In the entries that follow, count each line containing "Link" and state the total, nothing more.

=== Source data ===
------------------------------------------------------------

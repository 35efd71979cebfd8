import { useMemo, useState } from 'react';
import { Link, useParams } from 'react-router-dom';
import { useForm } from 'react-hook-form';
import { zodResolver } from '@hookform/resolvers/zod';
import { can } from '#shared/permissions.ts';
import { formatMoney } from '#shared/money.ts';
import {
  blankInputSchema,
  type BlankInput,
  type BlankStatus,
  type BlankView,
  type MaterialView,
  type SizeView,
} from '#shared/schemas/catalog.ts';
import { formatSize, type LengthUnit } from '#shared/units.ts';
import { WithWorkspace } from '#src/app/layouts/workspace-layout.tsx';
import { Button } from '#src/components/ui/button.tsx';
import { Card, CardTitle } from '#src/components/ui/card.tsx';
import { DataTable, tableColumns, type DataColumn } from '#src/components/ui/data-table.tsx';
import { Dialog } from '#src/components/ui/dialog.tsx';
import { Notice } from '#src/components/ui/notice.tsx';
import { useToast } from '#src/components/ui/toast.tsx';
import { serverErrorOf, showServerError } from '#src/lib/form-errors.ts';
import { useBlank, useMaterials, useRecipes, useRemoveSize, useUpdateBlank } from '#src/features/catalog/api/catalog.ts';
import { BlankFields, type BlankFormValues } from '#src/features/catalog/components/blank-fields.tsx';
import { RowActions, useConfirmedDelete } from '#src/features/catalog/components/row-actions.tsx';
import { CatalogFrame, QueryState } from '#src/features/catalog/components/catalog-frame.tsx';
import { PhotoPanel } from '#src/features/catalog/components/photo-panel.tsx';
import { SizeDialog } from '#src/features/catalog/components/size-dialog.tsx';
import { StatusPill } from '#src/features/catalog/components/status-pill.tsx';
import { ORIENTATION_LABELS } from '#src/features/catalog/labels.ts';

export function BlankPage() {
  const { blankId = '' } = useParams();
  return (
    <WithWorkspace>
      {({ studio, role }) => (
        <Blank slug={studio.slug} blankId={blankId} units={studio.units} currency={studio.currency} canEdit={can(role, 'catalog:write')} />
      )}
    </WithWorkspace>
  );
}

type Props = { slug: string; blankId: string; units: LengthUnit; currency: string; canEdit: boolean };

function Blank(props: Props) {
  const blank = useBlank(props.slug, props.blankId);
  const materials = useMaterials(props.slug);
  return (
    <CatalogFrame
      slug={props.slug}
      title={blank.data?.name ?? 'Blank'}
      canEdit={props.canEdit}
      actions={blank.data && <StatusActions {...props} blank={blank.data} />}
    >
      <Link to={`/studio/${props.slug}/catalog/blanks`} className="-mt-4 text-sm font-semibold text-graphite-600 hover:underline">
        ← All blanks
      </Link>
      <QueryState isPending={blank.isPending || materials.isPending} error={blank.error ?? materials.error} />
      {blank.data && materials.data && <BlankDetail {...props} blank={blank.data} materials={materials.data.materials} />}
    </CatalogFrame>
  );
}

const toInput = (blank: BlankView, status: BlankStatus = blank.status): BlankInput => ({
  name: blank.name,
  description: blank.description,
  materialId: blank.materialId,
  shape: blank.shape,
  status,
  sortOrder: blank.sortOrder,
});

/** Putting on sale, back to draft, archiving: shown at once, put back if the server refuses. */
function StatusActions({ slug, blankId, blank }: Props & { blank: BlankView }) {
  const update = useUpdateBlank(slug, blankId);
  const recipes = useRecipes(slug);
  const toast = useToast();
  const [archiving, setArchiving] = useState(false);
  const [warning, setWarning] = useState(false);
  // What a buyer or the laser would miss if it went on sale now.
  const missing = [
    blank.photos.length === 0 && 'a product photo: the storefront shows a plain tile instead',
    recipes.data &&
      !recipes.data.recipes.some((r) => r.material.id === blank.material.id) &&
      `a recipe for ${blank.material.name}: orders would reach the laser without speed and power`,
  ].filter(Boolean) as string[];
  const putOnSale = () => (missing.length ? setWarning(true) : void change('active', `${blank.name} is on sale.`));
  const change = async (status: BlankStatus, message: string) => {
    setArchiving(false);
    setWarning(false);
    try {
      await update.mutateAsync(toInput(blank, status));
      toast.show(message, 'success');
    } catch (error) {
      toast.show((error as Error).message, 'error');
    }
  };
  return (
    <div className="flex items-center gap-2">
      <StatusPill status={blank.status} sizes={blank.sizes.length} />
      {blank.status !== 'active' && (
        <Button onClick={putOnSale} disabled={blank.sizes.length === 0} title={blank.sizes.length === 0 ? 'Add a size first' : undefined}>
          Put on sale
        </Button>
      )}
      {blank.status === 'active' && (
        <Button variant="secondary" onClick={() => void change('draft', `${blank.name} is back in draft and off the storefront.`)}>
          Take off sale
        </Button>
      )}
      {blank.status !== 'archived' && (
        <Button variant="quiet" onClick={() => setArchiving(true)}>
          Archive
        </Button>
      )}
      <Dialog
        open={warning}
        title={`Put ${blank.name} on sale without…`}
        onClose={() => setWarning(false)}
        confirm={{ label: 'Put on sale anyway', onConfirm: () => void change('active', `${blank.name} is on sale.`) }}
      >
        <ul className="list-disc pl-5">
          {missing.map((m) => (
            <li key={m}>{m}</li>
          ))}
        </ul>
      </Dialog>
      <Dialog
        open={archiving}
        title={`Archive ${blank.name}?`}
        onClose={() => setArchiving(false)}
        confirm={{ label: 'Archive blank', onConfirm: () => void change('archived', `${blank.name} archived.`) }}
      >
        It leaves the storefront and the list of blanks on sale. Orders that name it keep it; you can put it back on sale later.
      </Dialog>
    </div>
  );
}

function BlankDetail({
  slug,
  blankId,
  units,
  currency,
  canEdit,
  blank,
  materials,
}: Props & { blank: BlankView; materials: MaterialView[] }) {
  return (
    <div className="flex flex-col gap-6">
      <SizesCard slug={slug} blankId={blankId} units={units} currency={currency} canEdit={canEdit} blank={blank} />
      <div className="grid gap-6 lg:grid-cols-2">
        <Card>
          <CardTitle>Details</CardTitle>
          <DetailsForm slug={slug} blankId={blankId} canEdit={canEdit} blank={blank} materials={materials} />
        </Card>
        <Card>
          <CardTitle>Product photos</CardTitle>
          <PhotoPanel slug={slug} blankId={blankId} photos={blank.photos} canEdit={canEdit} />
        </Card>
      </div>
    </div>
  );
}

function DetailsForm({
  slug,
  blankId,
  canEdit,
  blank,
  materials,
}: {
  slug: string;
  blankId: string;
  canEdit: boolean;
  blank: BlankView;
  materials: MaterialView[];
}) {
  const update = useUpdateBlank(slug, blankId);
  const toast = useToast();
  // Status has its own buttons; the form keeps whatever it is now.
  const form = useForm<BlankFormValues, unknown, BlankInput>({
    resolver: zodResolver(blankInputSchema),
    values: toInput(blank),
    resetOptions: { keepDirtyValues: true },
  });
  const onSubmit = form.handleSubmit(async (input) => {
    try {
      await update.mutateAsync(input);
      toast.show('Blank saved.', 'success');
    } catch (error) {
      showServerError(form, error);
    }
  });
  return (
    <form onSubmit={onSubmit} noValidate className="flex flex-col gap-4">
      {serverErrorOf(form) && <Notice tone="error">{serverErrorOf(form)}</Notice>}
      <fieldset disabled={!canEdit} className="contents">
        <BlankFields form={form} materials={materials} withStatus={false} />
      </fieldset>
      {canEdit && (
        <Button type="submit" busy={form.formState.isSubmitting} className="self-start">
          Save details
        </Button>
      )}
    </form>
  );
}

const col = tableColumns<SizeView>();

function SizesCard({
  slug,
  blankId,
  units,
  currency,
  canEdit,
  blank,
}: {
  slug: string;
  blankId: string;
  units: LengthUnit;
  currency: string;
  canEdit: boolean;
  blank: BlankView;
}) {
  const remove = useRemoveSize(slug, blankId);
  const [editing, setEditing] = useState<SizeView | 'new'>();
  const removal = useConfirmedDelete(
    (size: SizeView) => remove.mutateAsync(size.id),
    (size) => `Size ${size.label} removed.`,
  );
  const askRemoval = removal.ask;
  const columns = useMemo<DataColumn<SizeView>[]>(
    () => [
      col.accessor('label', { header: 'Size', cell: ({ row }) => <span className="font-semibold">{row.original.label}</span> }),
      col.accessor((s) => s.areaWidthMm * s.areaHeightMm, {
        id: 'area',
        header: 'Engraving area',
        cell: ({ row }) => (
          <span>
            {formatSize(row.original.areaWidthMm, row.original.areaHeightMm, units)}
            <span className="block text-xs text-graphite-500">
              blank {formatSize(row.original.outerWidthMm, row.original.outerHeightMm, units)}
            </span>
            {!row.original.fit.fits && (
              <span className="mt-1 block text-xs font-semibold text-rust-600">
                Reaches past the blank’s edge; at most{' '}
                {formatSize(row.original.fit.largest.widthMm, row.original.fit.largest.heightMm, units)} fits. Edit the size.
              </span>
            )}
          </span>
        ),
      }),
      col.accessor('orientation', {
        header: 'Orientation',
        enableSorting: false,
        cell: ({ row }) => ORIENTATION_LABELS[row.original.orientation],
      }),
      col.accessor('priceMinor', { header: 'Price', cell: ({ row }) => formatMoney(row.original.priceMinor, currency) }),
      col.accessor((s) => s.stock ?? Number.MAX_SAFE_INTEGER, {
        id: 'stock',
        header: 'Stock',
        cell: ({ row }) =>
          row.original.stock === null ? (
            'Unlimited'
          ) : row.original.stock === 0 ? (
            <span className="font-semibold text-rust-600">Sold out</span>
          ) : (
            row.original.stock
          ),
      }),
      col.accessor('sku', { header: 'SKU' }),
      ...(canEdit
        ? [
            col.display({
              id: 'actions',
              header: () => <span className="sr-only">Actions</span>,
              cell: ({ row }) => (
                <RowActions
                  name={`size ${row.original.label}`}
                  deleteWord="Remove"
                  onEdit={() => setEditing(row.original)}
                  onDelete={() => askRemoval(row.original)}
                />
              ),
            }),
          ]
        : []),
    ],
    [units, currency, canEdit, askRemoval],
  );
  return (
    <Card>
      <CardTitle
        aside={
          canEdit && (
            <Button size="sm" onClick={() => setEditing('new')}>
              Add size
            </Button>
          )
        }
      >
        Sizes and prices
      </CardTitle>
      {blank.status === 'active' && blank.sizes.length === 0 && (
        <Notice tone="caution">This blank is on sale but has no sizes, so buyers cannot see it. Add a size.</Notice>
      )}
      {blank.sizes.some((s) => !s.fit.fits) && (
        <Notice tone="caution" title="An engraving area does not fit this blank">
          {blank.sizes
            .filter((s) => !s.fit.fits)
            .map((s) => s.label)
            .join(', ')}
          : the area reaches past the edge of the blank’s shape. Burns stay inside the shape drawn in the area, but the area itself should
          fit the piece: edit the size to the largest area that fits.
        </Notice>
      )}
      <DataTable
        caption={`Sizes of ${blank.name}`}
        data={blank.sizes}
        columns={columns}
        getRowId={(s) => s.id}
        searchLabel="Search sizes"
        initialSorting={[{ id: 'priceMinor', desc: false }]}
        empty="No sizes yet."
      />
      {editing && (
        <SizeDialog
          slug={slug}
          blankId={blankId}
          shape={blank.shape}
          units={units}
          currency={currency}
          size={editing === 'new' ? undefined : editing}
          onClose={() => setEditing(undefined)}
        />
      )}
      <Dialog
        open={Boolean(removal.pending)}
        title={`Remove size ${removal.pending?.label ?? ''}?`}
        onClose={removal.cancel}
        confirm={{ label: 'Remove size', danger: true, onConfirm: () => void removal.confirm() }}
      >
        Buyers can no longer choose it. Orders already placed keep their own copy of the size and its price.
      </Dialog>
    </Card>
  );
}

------------------------------------------------------------

=== Result below ===
3